_Brief_: An accurate, complete copy of the records below is required.

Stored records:
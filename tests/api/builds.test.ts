import { afterAll, beforeAll, describe, expect, it } from 'vitest';
import { randomUUID } from 'node:crypto';
import { median, quantile } from 'simple-statistics';
import type { EntityManager } from '@mikro-orm/postgresql';
import type { HeadWorkLevel, PartCategory } from '@shared/parts';
import { createTestApp, type TestApp, type TestShop } from '../support/test-app';
import { Bike } from '@server/modules/bikes/bike.entity';
import { Customer } from '@server/modules/customers/customer.entity';
import { Part, Stage } from '@server/modules/stages/stage.entity';
import { Run } from '@server/modules/runs/run.entity';
import { Shop } from '@server/modules/shops/shop.entity';
import { searchSql } from '@server/modules/builds/build-search.service';
import { SIMILAR_CANDIDATE_BIKES } from '@server/modules/builds/build-similar.service';
import { buildSearchQuery } from '@shared/schemas/builds';
import type { Actor } from '@server/http/actor';

/**
 * Build finder API against the real PostgreSQL. Bikes, stages and parts are inserted directly
 * (the gain columns are set by hand, so the answers are known). Makes and engine families are
 * invented.
 */

let t: TestApp;
let a: TestShop;
let b: TestShop;

interface StageSpec {
  name: string;
  date?: string;
  peak?: number | null;
  avg?: number | null;
  area?: number | null;
  parts?: { category: PartCategory; description: string; level?: HeadWorkLevel; cost?: number }[];
  runs?: { note?: string; tags?: string[] }[];
}

async function addBike(
  em: EntityManager,
  shopId: string,
  customer: Customer,
  spec: { make: string; model: string; family: string | null; cc: number | null; cylinders?: number },
  stages: StageSpec[],
): Promise<{ bike: Bike; stages: Stage[] }> {
  const shop = em.getReference(Shop, shopId);
  const bike = em.create(Bike, { shop, customer, make: spec.make, model: spec.model, engineFamily: spec.family, displacementCc: spec.cc, cylinders: spec.cylinders ?? 2 } as Bike);
  const made: Stage[] = [];
  stages.forEach((s, position) => {
    const stage = em.create(Stage, {
      shop, bike, position, name: s.name, date: s.date ?? null, description: null,
      gainPeakPowerHp: position === 0 ? null : (s.peak ?? null),
      gainAveragePowerHp: position === 0 ? null : (s.avg ?? (s.peak != null ? s.peak * 0.6 : null)),
      gainAreaPct: position === 0 ? null : (s.area ?? (s.peak != null ? s.peak / 2 : null)),
      totalCostCents: (s.parts ?? []).reduce((sum, p) => sum + (p.cost ?? 0), 0),
    } as Stage);
    made.push(stage);
    for (const p of s.parts ?? []) {
      em.create(Part, { shop, stage, category: p.category, description: p.description, headWorkLevel: p.level ?? null, partCostCents: p.cost ?? 0, labourCostCents: 0 } as Part);
    }
    (s.runs ?? []).forEach((r, i) => {
      em.create(Run, {
        shop, bike, stage, sequence: i + 1, rawKey: `k/${randomUUID()}`, rawSha256: randomUUID().replace(/-/g, '').padEnd(64, '0'),
        rawSizeBytes: 10, originalName: 'pull.csv', status: 'ready', warnings: [], tags: r.tags ?? [], note: r.note ?? null, peakPowerHp: 100,
      } as unknown as Run);
    });
  });
  await em.flush();
  return { bike, stages: made };
}

const ids = {} as Record<string, { bike: Bike; stages: Stage[] }>;
let secondCustomer: Customer;

beforeAll(async () => {
  t = await createTestApp();
  a = await t.createShop('Finder Alpha');
  b = await t.createShop('Finder Beta');
  const em = t.deps.orm.em.fork();
  const cust = await em.findOneOrFail(Customer, a.customer.id);
  secondCustomer = em.create(Customer, { shop: em.getReference(Shop, a.shop.id), name: 'Second Rider' } as Customer);
  ids.b1 = await addBike(em, a.shop.id, cust, { make: 'Corvane', model: 'Ridgeline', family: 'Vantor 103', cc: 1690 }, [
    { name: 'Baseline', date: '2025-01-10' },
    { name: 'Stage 1', date: '2025-03-01', peak: 8, parts: [{ category: 'exhaust', description: 'Two-into-one header', cost: 90000 }, { category: 'intake', description: 'High-flow air cleaner', cost: 30000 }, { category: 'fuel-tune', description: 'Fuel map on the dyno', cost: 40000 }] },
    { name: 'Stage 2', date: '2025-04-10', peak: 18, parts: [{ category: 'camshaft', description: 'Bolt-in cam set', cost: 120000 }] },
    { name: 'Stage 3', date: '2025-06-01', peak: 27, parts: [{ category: 'cylinder-heads', description: 'Mild port and valve job', level: 'mild-port', cost: 150000 }], runs: [{ note: 'Pinging at 3200 rpm cured with timing', tags: ['customer-approved'] }, { note: 'Second pull' }] },
  ]);
  ids.b2 = await addBike(em, a.shop.id, cust, { make: 'Corvane', model: 'Tourer', family: 'Vantor 107', cc: 1750 }, [
    { name: 'Baseline', date: '2024-02-01' },
    { name: 'Stage 1', date: '2024-03-01', peak: 12, parts: [{ category: 'camshaft', description: 'Chain-drive cams', cost: 100000 }, { category: 'cylinder-heads', description: 'Stock heads, new springs', level: 'stock', cost: 20000 }] },
    { name: 'Stage 2', date: '2024-05-01', peak: 20, parts: [{ category: 'cylinder-heads', description: 'Full port', level: 'full-port', cost: 180000 }] },
  ]);
  ids.b3 = await addBike(em, a.shop.id, secondCustomer, { make: 'Kestrel', model: 'Apex', family: 'Strata Inline-4', cc: 998, cylinders: 4 }, [
    { name: 'Baseline', date: '2025-01-15' },
    { name: 'Stage 1', date: '2025-02-01', peak: 5, parts: [{ category: 'exhaust', description: 'Titanium slip-on', cost: 70000 }] },
  ]);
  // The other shop: the same engine family, which must never show in shop A's answers.
  const custB = await em.findOneOrFail(Customer, b.customer.id);
  ids.b4 = await addBike(em, b.shop.id, custB, { make: 'Corvane', model: 'Ridgeline', family: 'Vantor 103', cc: 1690 }, [
    { name: 'Baseline' },
    { name: 'Stage 1', date: '2025-03-01', peak: 30, parts: [{ category: 'camshaft', description: 'Bolt-in cam set' }, { category: 'cylinder-heads', description: 'Mild port', level: 'mild-port' }] },
  ]);
});
afterAll(() => t.close());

_Response to the exercise_:
filename tests/api/builds.test.ts
import { afterAll, beforeAll, describe, expect, it } from 'vitest';
import { randomUUID } from 'node:crypto';
import { median, quantile } from 'simple-statistics';
import type { EntityManager } from '@mikro-orm/postgresql';
import type { HeadWorkLevel, PartCategory } from '@shared/parts';
import { createTestApp, type TestApp, type TestShop } from '../support/test-app';
import { Bike } from '@server/modules/bikes/bike.entity';
import { Customer } from '@server/modules/customers/customer.entity';
import { Part, Stage } from '@server/modules/stages/stage.entity';
import { Run } from '@server/modules/runs/run.entity';
import { Shop } from '@server/modules/shops/shop.entity';
import { searchSql } from '@server/modules/builds/build-search.service';
import { SIMILAR_CANDIDATE_BIKES } from '@server/modules/builds/build-similar.service';
import { buildSearchQuery } from '@shared/schemas/builds';
import type { Actor } from '@server/http/actor';

/**
 * Build finder API against the real PostgreSQL. Bikes, stages and parts are inserted directly
 * (the gain columns are set by hand, so the answers are known). Makes and engine families are
 * invented.
 */

let t: TestApp;
let a: TestShop;
let b: TestShop;

interface StageSpec {
  name: string;
  date?: string;
  peak?: number | null;
  avg?: number | null;
  area?: number | null;
  parts?: { category: PartCategory; description: string; level?: HeadWorkLevel; cost?: number }[];
  runs?: { note?: string; tags?: string[] }[];
}

async function addBike(
  em: EntityManager,
  shopId: string,
  customer: Customer,
  spec: { make: string; model: string; family: string | null; cc: number | null; cylinders?: number },
  stages: StageSpec[],
): Promise<{ bike: Bike; stages: Stage[] }> {
  const shop = em.getReference(Shop, shopId);
  const bike = em.create(Bike, { shop, customer, make: spec.make, model: spec.model, engineFamily: spec.family, displacementCc: spec.cc, cylinders: spec.cylinders ?? 2 } as Bike);
  const made: Stage[] = [];
  stages.forEach((s, position) => {
    const stage = em.create(Stage, {
      shop, bike, position, name: s.name, date: s.date ?? null, description: null,
      gainPeakPowerHp: position === 0 ? null : (s.peak ?? null),
      gainAveragePowerHp: position === 0 ? null : (s.avg ?? (s.peak != null ? s.peak * 0.6 : null)),
      gainAreaPct: position === 0 ? null : (s.area ?? (s.peak != null ? s.peak / 2 : null)),
      totalCostCents: (s.parts ?? []).reduce((sum, p) => sum + (p.cost ?? 0), 0),
    } as Stage);
    made.push(stage);
    for (const p of s.parts ?? []) {
      em.create(Part, { shop, stage, category: p.category, description: p.description, headWorkLevel: p.level ?? null, partCostCents: p.cost ?? 0, labourCostCents: 0 } as Part);
    }
    (s.runs ?? []).forEach((r, i) => {
      em.create(Run, {
        shop, bike, stage, sequence: i + 1, rawKey: `k/${randomUUID()}`, rawSha256: randomUUID().replace(/-/g, '').padEnd(64, '0'),
        rawSizeBytes: 10, originalName: 'pull.csv', status: 'ready', warnings: [], tags: r.tags ?? [], note: r.note ?? null, peakPowerHp: 100,
      } as unknown as Run);
    });
  });
  await em.flush();
  return { bike, stages: made };
}

const ids = {} as Record<string, { bike: Bike; stages: Stage[] }>;
let secondCustomer: Customer;

beforeAll(async () => {
  t = await createTestApp();
  a = await t.createShop('Finder Alpha');
  b = await t.createShop('Finder Beta');
  const em = t.deps.orm.em.fork();
  const cust = await em.findOneOrFail(Customer, a.customer.id);
  secondCustomer = em.create(Customer, { shop: em.getReference(Shop, a.shop.id), name: 'Second Rider' } as Customer);
  ids.b1 = await addBike(em, a.shop.id, cust, { make: 'Corvane', model: 'Ridgeline', family: 'Vantor 103', cc: 1690 }, [
    { name: 'Baseline', date: '2025-01-10' },
    { name: 'Stage 1', date: '2025-03-01', peak: 8, parts: [{ category: 'exhaust', description: 'Two-into-one header', cost: 90000 }, { category: 'intake', description: 'High-flow air cleaner', cost: 30000 }, { category: 'fuel-tune', description: 'Fuel map on the dyno', cost: 40000 }] },
    { name: 'Stage 2', date: '2025-04-10', peak: 18, parts: [{ category: 'camshaft', description: 'Bolt-in cam set', cost: 120000 }] },
    { name: 'Stage 3', date: '2025-06-01', peak: 27, parts: [{ category: 'cylinder-heads', description: 'Mild port and valve job', level: 'mild-port', cost: 150000 }], runs: [{ note: 'Pinging at 3200 rpm cured with timing', tags: ['customer-approved'] }, { note: 'Second pull' }] },
  ]);
  ids.b2 = await addBike(em, a.shop.id, cust, { make: 'Corvane', model: 'Tourer', family: 'Vantor 107', cc: 1750 }, [
    { name: 'Baseline', date: '2024-02-01' },
    { name: 'Stage 1', date: '2024-03-01', peak: 12, parts: [{ category: 'camshaft', description: 'Chain-drive cams', cost: 100000 }, { category: 'cylinder-heads', description: 'Stock heads, new springs', level: 'stock', cost: 20000 }] },
    { name: 'Stage 2', date: '2024-05-01', peak: 20, parts: [{ category: 'cylinder-heads', description: 'Full port', level: 'full-port', cost: 180000 }] },
  ]);
  ids.b3 = await addBike(em, a.shop.id, secondCustomer, { make: 'Kestrel', model: 'Apex', family: 'Strata Inline-4', cc: 998, cylinders: 4 }, [
    { name: 'Baseline', date: '2025-01-15' },
    { name: 'Stage 1', date: '2025-02-01', peak: 5, parts: [{ category: 'exhaust', description: 'Titanium slip-on', cost: 70000 }] },
  ]);
  // The other shop: the same engine family, which must never show in shop A's answers.
  const custB = await em.findOneOrFail(Customer, b.customer.id);
  ids.b4 = await addBike(em, b.shop.id, custB, { make: 'Corvane', model: 'Ridgeline', family: 'Vantor 103', cc: 1690 }, [
    { name: 'Baseline' },
    { name: 'Stage 1', date: '2025-03-01', peak: 30, parts: [{ category: 'camshaft', description: 'Bolt-in cam set' }, { category: 'cylinder-heads', description: 'Mild port', level: 'mild-port' }] },
  ]);
});
afterAll(() => t.close());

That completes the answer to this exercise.